- HOW TO COMPLETE THIS TASK -
Output exactly, with nothing added, the entries from the first line through the line with "walked from the".

-- LISTED ENTRIES follows --

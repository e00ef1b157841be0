/* kilter: reading a feeder file (kl_feeder_load).
 *
 * The top-level mapping is walked event by event; each list item is read into
 * a small reusable node tree and handed to its element reader.  After the last
 * event, references by name are resolved, the topology is walked from the
 * source, and derived fields are filled.  Every problem goes into the caller's
 * error record; the feeder is returned only when there was none. */
#include <errno.h>
#include <stddef.h>
#include <stdio.h>
#include <string.h>
#include <sys/stat.h>
#include "kilter/units.h"
#include "kl_io.h"

enum { TK_VERSION, TK_NAME, TK_DESC, TK_UNITS, TK_RHO, TK_RADIAL, TK_SOURCE, TK_CONDUCTORS, TK_CABLES,
       TK_LAYOUTS, TK_CONSTRUCTIONS, TK_BUSES, TK_SECTIONS, TK_TRANSFORMERS, TK_REGULATORS, TK_LOADS,
       TK_CAPACITORS, TK_LOADWARN, TK_COORDS, TK_COUNT };
static const char *const top_keys[] = {"kilter-feeder", "name", "description", "units", "earth_resistivity",
                                       "radial", "source", "conductors", "cables", "layouts", "constructions",
                                       "buses", "sections", "transformers", "regulators", "loads",
                                       "capacitors", "loading_warning", "coordinates", NULL};
typedef void (*element_reader)(kl_loader *, int);
static const element_reader list_readers[TK_COUNT] = {
    [TK_CONDUCTORS] = kl_ld_conductor, [TK_CABLES] = kl_ld_cable, [TK_LAYOUTS] = kl_ld_layout,
    [TK_CONSTRUCTIONS] = kl_ld_construction, [TK_BUSES] = kl_ld_bus, [TK_SECTIONS] = kl_ld_section,
    [TK_TRANSFORMERS] = kl_ld_transformer, [TK_REGULATORS] = kl_ld_regulator, [TK_LOADS] = kl_ld_load,
    [TK_CAPACITORS] = kl_ld_capacitor};
static const char *const unit_systems[] = {"us", "si", NULL};

static void top_scalar(kl_loader *L, int k, int node)
{
    kl_feeder *f = L->f;
    kl_fields fl;
    const char *t;
    int i, v;
    fl.map = node;
    fl.keys = top_keys;
    for (i = 0; i < KL_FIELDS_MAX; i++)
        fl.val[i] = -1;
    fl.val[k] = node;
    kl_ld_label(L, "", NULL, -1);
    switch (k) {
    case TK_VERSION:
        if (kl_ld_int(L, &fl, k, &v, 0, 0) == 0 && v != KL_FEEDER_FORMAT_VERSION)
            kl_ld_error(L, node, "this kilter reads feeder format version %d, the file says %d",
                        KL_FEEDER_FORMAT_VERSION, v);
        break;
    case TK_NAME:
    case TK_DESC:
        if ((t = kl_ld_str(L, &fl, k, k == TK_DESC ? KL_F_TEXT : 0))) {
            t = kl_ld_strdup(L, t);
            if (k == TK_NAME)
                f->name = t;
            else
                f->description = t;
        }
        break;
    case TK_UNITS:
        f->units = (kl_unit_system)kl_ld_enum(L, &fl, k, unit_systems, 0);
        break;
    case TK_RHO:
        kl_ld_real(L, &fl, k, KL_Q_RESISTIVITY, &f->earth_resistivity_ohm_m, 100, KL_F_POS);
        break;
    case TK_RADIAL:
        f->radial = kl_ld_bool(L, &fl, k, 1);
        break;
    case TK_SOURCE:
        kl_ld_source(L, node);
        break;
    case TK_COORDS:
        kl_ld_coordinates(L, node);
        break;
    case TK_LOADWARN:
        if (kl_ld_real(L, &fl, k, KL_Q_SHARE, &f->loading_warning, 0, KL_F_POS) == 0 && f->loading_warning > 1)
            kl_ld_error(L, node, "'loading_warning' is a level below the rating, above 0 and at most 100 %%; "
                        "over 100 %% is reported as an overload already");
        break;
    }
}

static int list_items(kl_loader *L, int k)
{
    for (;;) {
        kl_yev e = kl_yreader_peek(L->r);
        int n;
        if (e == KL_YEV_SEQ_END) {
            kl_yreader_consume(L->r);
            return 0;
        }
        kl_yreader_reset(L->r);
        n = kl_yreader_tree(L->r);
        if (n < 0)
            return -1;
        list_readers[k](L, n);
        if (L->nomem)
            return -1;
    }
}

static int find_top_key(kl_loader *L, int key)
{
    const char *t = kl_ynode_text(L->r, key);
    int k, s;
    for (k = 0; top_keys[k]; k++)
        if (strcmp(t, top_keys[k]) == 0)
            return k;
    kl_ld_label(L, "", NULL, -1);
    s = kl_ld_suggest(t, top_keys, TK_COUNT);
    if (s >= 0)
        kl_ld_error(L, key, "unknown top-level key '%s': did you mean '%s'?", t, top_keys[s]);
    else
        kl_ld_error(L, key, "unknown top-level key '%s' (see feeders/README.md for the keys of a feeder file)", t);
    return -1;
}

/* One key of the top-level mapping and its value. */
static int top_entry(kl_loader *L, int *seen, int first)
{
    int key, k, line, col, n;
    kl_yreader_reset(L->r);
    key = kl_yreader_tree(L->r);
    if (key < 0)
        return -1;
    if (kl_ynode_at(L->r, key)->kind != KL_YSCALAR) {
        kl_ld_error(L, key, "expected a key name at the top level");
        return kl_yreader_skip(L->r);
    }
    k = find_top_key(L, key);
    if (first && k != TK_VERSION)
        kl_ld_error(L, key, "a feeder file begins with 'kilter-feeder: %d' (the format version)",
                    KL_FEEDER_FORMAT_VERSION);
    if (k < 0)
        return kl_yreader_skip(L->r);
    if (seen[k]++)
        kl_ld_error(L, key, "top-level key '%s' given twice: merge the two", top_keys[k]);
    if (list_readers[k] && kl_yreader_peek(L->r) == KL_YEV_SEQ_START) {
        kl_yreader_consume(L->r);
        return list_items(L, k);
    }
    kl_yreader_mark(L->r, &line, &col);
    if (list_readers[k]) {
        if (kl_yreader_peek(L->r) == KL_YEV_SCALAR && kl_yreader_skip(L->r) == 0)
            return 0; /* `loads:` left empty: an empty list */
        kl_ld_error_at(L, line, col, "'%s' expects a list of elements, each starting with '- '", top_keys[k]);
        return kl_yreader_skip(L->r);
    }
    kl_yreader_reset(L->r);
    n = kl_yreader_tree(L->r);
    if (n < 0)
        return -1;
    top_scalar(L, k, n);
    return 0;
}

static int expect(kl_loader *L, kl_yev want, const char *what)
{
    int line, col;
    kl_yev e = kl_yreader_peek(L->r);
    if (e == want) {
        kl_yreader_consume(L->r);
        return 0;
    }
    if (e != KL_YEV_ERROR) {
        kl_yreader_mark(L->r, &line, &col);
        kl_ld_error_at(L, line, col, "%s", what);
    }
    return -1;
}

static void top_required(kl_loader *L, const int *seen)
{
    kl_ld_label(L, "", NULL, -1);
    if (!seen[TK_VERSION])
        kl_ld_error_at(L, 1, 1, "missing 'kilter-feeder: %d' (the format version) at the top of the file",
                       KL_FEEDER_FORMAT_VERSION);
    if (!seen[TK_SOURCE])
        kl_ld_error_at(L, 1, 1, "missing 'source:' (the bus the feeder is supplied at, and its voltage)");
    if (!seen[TK_SECTIONS])
        kl_ld_error_at(L, 1, 1, "missing 'sections:' (the lines and devices between buses)");
}

static void read_stream(kl_loader *L)
{
    int seen[TK_COUNT] = {0}, first = 1;
    if (kl_yreader_peek(L->r) == KL_YEV_STREAM_END) {
        kl_ld_error_at(L, 1, 1, "the file is empty: a feeder file begins with 'kilter-feeder: %d'",
                       KL_FEEDER_FORMAT_VERSION);
        return;
    }
    if (expect(L, KL_YEV_DOC_START, "expected a YAML document") < 0 ||
        expect(L, KL_YEV_MAP_START, "the top level of a feeder file is a mapping of keys "
                                    "('kilter-feeder: 1', 'name: ...', ...)") < 0)
        return;
    while (kl_yreader_peek(L->r) != KL_YEV_MAP_END) {
        if (kl_yreader_peek(L->r) == KL_YEV_ERROR || top_entry(L, seen, first) < 0 || L->nomem)
            return;
        first = 0;
    }
    kl_yreader_consume(L->r);
    kl_ld_label(L, "", NULL, -1);
    if (expect(L, KL_YEV_DOC_END, "expected the end of the document") < 0)
        return;
    if (kl_yreader_peek(L->r) == KL_YEV_DOC_START)
        expect(L, KL_YEV_STREAM_END, "a feeder file holds one YAML document: remove the second '---'");
    top_required(L, seen);
    kl_ld_coordinates_check(L);
}

/* Each table names the elements of one array of the feeder, through the
 * elements' first member (names.c). */
#define NAME_FIRST(T) _Static_assert(offsetof(T, name) == 0, #T ": name must be the first member")
NAME_FIRST(kl_bus);
NAME_FIRST(kl_conductor);
NAME_FIRST(kl_cable);
NAME_FIRST(kl_layout);
NAME_FIRST(kl_construction);
NAME_FIRST(kl_section);
NAME_FIRST(kl_transformer);
NAME_FIRST(kl_regulator);
NAME_FIRST(kl_load);
NAME_FIRST(kl_capacitor);

static void loader_tables(kl_loader *L)
{
    kl_feeder *f = L->f;
    kl_names_init(&L->h_bus, (void *const *)&f->buses, sizeof *f->buses);
    kl_names_init(&L->h_cond, (void *const *)&f->conductors, sizeof *f->conductors);
    kl_names_init(&L->h_cable, (void *const *)&f->cables, sizeof *f->cables);
    kl_names_init(&L->h_layout, (void *const *)&f->layouts, sizeof *f->layouts);
    kl_names_init(&L->h_cons, (void *const *)&f->constructions, sizeof *f->constructions);
    kl_names_init(&L->h_sec, (void *const *)&f->sections, sizeof *f->sections);
    kl_names_init(&L->h_xf, (void *const *)&f->transformers, sizeof *f->transformers);
    kl_names_init(&L->h_reg, (void *const *)&f->regulators, sizeof *f->regulators);
    kl_names_init(&L->h_load, (void *const *)&f->loads, sizeof *f->loads);
    kl_names_init(&L->h_cap, (void *const *)&f->capacitors, sizeof *f->capacitors);
}

/* What only reading and resolving need, released before the topology walk
 * allocates its own arrays, so that the two are not held at once. */
static void loader_release_tables(kl_loader *L)
{
    kl_names *t[] = {&L->h_bus, &L->h_cond, &L->h_cable, &L->h_layout, &L->h_cons, &L->h_sec,
                     &L->h_xf, &L->h_reg, &L->h_load, &L->h_cap};
    size_t i;
    for (i = 0; i < sizeof t / sizeof t[0]; i++)
        kl_names_free(t[i]);
    kl_free(L->bus_declared);
    kl_free(L->sec_phases_given);
    kl_free(L->pending);
    L->bus_declared = NULL;
    L->sec_phases_given = NULL;
    L->pending = NULL;
    L->npending = L->cap_pending = L->cap_declared = L->cap_secph = 0;
}

static void loader_free(kl_loader *L)
{
    loader_release_tables(L);
    kl_free(L->cons_pos);
    kl_yreader_free(L->r);
}

static kl_feeder *feeder_new(const char *file)
{
    kl_feeder *f = kl_calloc(1, sizeof *f);
    const char *base;
    if (!f)
        return NULL;
    f->arena = kl_arena_new();
    if (!f->arena || !(f->path = kl_arena_strdup(f->arena, file))) {
        kl_feeder_free(f);
        return NULL;
    }
    base = strrchr(f->path, '/');
    f->name = base ? base + 1 : f->path;
    f->earth_resistivity_ohm_m = 100;
    f->radial = 1;
    f->source.bus = -1;
    f->source.freq_hz = 60;
    f->source.v_pu = 1;
    return f;
}

/* Shared by the file and buffer entry points: L->r is set up by the caller. */
static kl_status load(kl_loader *L, kl_feeder **out)
{
    kl_status s = KL_OK;
    read_stream(L);
    if (!L->nomem && !kl_yreader_failed(L->r)) {
        kl_ld_resolve(L);
        loader_release_tables(L);
        if (!L->nomem && L->has_source)
            kl_ld_topology(L);
    }
    if (L->nwarn > KL_WARNINGS_MAX &&
        kl_errors_warn(L->err, L->file, 0, 0, NULL, "%d more warnings not shown",
                       L->nwarn - KL_WARNINGS_MAX) == KL_ENOMEM)
        L->nomem = 1;
    if (L->nomem || kl_yreader_nomem(L->r))
        s = KL_ENOMEM;
    else if (L->nerr || kl_yreader_failed(L->r))
        s = KL_EINPUT;
    if (s != KL_OK) {
        kl_feeder_free(L->f);
        L->f = NULL;
    }
    *out = L->f;
    loader_free(L);
    return s;
}

kl_status kl_feeder_load_buffer(const char *text, size_t len, const char *name,
                                kl_feeder **out, kl_errors *err)
{
    kl_loader L;
    *out = NULL;
    if (!text || !err)
        return KL_EARG;
    memset(&L, 0, sizeof L);
    L.err = err;
    L.f = feeder_new(name ? name : "");
    if (!L.f)
        return KL_ENOMEM;
    L.file = L.f->path;
    loader_tables(&L);
    L.r = kl_yreader_new_buffer(text, len, L.file, err);
    if (!L.r) {
        kl_feeder_free(L.f);
        return KL_ENOMEM;
    }
    return load(&L, out);
}

static kl_status open_checked(const char *path, size_t max_bytes, FILE **fp, kl_errors *err)
{
    struct stat st;
    *fp = fopen(path, "rb");
    if (!*fp) {
        kl_errors_add(err, path, 0, 0, NULL, "cannot open the feeder file: %s", strerror(errno));
        return KL_EIO;
    }
    if (fstat(fileno(*fp), &st) == 0 && S_ISDIR(st.st_mode)) {
        kl_errors_add(err, path, 0, 0, NULL, "is a directory, not a feeder file");
        fclose(*fp);
        return KL_EIO;
    }
    if (fstat(fileno(*fp), &st) == 0 && (unsigned long long)st.st_size > (unsigned long long)max_bytes) {
        kl_errors_add(err, path, 0, 0, NULL, "the file is %lld bytes, over the limit of %zu bytes: "
                      "split the feeder or raise the limit", (long long)st.st_size, max_bytes);
        fclose(*fp);
        return KL_EINPUT;
    }
    return KL_OK;
}

kl_status kl_feeder_load_limit(const char *path, size_t max_bytes, kl_feeder **out, kl_errors *err)
{
    kl_loader L;
    FILE *fp;
    kl_status s;
    *out = NULL;
    if (!path || !err)
        return KL_EARG;
    s = open_checked(path, max_bytes, &fp, err);
    if (s != KL_OK)
        return s;
    memset(&L, 0, sizeof L);
    L.err = err;
    L.f = feeder_new(path);
    L.r = L.f ? kl_yreader_new_file(fp, path, err) : NULL;
    if (!L.r) {
        kl_feeder_free(L.f);
        fclose(fp);
        return KL_ENOMEM;
    }
    L.file = L.f->path;
    loader_tables(&L);
    s = load(&L, out);
    if (ferror(fp) && s == KL_OK) {
        kl_errors_add(err, path, 0, 0, NULL, "read error: %s", strerror(errno));
        kl_feeder_free(*out);
        *out = NULL;
        s = KL_EIO;
    }
    fclose(fp);
    return s;
}

kl_status kl_feeder_load(const char *path, kl_feeder **out, kl_errors *err)
{
    return kl_feeder_load_limit(path, KL_FEEDER_MAX_BYTES, out, err);
}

-- LISTED ENTRIES concluded --

- RESULT OF THE TASK -
repository e00ef1b157841be0
/* kilter: reading a feeder file (kl_feeder_load).
 *
 * The top-level mapping is walked event by event; each list item is read into
 * a small reusable node tree and handed to its element reader.  After the last
 * event, references by name are resolved, the topology is walked from the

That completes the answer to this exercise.